Required action:
Below are the records; copy each line in which "container" occurs.

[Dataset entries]
---------------
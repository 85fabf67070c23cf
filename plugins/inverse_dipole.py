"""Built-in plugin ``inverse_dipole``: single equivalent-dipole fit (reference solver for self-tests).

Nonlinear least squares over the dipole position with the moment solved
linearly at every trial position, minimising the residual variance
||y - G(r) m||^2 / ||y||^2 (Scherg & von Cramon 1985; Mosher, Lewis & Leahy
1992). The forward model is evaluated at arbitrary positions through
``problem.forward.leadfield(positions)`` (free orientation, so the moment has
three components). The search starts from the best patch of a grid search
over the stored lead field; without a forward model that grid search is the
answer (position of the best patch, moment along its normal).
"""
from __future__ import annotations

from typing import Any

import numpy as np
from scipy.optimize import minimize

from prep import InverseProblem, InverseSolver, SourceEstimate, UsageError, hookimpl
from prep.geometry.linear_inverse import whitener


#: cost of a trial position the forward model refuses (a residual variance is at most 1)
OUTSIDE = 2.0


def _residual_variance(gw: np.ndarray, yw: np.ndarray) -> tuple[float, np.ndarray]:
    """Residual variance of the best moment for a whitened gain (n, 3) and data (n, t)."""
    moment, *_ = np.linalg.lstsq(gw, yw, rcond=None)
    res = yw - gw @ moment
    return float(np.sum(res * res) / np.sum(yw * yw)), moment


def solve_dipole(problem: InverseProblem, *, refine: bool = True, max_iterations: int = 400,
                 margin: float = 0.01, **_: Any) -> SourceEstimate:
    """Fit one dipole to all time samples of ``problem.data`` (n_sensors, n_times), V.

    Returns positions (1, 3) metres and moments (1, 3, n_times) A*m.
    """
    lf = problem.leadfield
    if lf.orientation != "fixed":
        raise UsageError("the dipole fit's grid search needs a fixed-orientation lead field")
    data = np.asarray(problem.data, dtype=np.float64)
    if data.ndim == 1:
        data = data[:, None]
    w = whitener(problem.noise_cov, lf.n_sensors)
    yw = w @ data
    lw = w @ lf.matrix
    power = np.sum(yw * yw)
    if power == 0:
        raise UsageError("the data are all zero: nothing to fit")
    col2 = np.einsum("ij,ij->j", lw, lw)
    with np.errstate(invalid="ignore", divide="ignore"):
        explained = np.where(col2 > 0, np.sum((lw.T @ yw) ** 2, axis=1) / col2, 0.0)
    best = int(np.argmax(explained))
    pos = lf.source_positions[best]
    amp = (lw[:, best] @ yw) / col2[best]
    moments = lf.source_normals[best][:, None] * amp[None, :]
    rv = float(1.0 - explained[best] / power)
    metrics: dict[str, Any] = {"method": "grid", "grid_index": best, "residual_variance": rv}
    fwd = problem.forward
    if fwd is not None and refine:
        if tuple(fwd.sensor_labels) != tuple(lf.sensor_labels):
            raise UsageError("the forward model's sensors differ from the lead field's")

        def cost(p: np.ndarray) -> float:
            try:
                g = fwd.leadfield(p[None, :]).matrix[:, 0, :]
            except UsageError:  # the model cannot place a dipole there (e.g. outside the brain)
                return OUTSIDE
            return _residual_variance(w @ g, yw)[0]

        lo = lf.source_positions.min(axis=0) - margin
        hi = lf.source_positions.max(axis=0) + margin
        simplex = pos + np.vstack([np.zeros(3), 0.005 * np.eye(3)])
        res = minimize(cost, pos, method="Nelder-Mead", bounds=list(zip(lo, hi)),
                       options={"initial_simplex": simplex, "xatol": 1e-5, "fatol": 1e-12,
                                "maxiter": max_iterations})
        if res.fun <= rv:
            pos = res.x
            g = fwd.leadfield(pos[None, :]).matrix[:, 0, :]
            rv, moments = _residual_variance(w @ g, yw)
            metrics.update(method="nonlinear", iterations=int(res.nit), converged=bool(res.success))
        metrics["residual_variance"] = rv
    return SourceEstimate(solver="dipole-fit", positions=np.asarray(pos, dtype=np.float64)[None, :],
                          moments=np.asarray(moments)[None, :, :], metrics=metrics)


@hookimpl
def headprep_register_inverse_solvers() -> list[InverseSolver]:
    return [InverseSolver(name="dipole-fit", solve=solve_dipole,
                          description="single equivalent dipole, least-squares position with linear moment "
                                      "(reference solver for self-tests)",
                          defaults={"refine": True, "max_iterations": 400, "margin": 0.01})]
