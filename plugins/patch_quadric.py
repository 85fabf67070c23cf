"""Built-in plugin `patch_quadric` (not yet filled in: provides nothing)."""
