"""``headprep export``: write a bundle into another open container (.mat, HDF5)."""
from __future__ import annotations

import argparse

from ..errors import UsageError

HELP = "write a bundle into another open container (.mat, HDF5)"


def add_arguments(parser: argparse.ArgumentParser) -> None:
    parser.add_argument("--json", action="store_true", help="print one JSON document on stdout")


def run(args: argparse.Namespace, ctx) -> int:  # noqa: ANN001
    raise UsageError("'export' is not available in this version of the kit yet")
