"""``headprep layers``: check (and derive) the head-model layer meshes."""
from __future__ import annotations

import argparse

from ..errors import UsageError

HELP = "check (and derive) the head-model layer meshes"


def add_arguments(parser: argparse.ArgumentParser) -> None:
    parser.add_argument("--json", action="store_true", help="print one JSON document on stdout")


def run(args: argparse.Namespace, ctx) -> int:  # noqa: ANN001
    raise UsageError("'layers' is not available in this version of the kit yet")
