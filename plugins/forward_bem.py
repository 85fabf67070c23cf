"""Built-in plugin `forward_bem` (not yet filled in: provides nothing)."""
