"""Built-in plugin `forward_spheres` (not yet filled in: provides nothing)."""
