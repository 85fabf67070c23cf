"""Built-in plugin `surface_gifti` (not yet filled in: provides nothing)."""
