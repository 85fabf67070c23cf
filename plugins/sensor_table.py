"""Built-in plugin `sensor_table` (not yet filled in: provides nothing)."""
---------------
Solution:
"""``headprep export``: write a bundle into another open container (.mat, HDF5)."""
HELP = "write a bundle into another open container (.mat, HDF5)"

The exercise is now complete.